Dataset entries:
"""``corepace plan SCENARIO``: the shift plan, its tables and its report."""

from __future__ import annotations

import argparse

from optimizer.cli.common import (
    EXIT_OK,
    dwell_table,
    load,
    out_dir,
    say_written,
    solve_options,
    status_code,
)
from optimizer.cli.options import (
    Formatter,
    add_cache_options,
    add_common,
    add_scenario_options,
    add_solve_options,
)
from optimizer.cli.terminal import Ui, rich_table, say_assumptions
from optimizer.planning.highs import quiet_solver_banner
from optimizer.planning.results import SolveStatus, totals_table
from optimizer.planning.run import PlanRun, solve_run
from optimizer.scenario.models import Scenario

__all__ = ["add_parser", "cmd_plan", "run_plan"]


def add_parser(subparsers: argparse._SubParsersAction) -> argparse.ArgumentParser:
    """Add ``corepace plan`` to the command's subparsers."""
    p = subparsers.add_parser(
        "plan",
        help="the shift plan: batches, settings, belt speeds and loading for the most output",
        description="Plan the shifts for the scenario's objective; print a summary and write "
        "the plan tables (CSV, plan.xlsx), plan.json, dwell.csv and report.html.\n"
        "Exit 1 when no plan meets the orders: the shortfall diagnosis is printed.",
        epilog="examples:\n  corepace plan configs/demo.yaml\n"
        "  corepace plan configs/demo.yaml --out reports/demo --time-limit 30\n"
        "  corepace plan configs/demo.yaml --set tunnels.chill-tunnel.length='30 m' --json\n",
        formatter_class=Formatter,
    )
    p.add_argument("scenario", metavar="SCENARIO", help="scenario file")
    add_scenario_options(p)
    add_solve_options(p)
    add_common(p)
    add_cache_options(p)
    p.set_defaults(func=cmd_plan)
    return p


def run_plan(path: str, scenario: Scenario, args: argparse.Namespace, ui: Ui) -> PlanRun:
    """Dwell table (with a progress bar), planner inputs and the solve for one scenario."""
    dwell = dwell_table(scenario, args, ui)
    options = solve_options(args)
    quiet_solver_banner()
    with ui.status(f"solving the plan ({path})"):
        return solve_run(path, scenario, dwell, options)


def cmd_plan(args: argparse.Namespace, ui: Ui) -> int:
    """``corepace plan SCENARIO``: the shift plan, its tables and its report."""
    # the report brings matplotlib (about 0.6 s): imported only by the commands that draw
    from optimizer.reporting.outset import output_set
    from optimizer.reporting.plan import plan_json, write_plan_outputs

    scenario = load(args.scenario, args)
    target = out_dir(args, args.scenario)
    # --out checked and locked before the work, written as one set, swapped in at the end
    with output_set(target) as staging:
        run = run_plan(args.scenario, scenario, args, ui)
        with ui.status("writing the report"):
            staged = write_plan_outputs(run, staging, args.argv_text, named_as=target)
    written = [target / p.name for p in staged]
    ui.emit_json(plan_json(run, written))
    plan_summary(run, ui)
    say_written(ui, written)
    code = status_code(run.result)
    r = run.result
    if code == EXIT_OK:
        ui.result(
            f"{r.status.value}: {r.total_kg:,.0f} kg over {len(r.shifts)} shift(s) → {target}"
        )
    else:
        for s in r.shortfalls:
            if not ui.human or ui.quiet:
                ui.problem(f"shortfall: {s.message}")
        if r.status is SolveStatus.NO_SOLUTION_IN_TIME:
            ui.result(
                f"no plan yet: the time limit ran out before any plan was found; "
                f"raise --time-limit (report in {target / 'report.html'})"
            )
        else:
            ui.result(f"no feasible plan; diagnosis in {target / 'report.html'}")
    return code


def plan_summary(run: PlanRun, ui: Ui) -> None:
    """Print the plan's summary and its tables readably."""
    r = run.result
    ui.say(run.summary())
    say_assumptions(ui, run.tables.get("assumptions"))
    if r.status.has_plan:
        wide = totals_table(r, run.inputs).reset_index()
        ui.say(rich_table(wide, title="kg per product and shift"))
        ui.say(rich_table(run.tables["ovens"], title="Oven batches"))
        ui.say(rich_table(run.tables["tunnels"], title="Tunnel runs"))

WHAT YOU ARE ASKED TO DO:
If a line contains the word "title", it counts; please state how many such lines the records above have, and nothing more.

EXPECTED OUTPUT:
3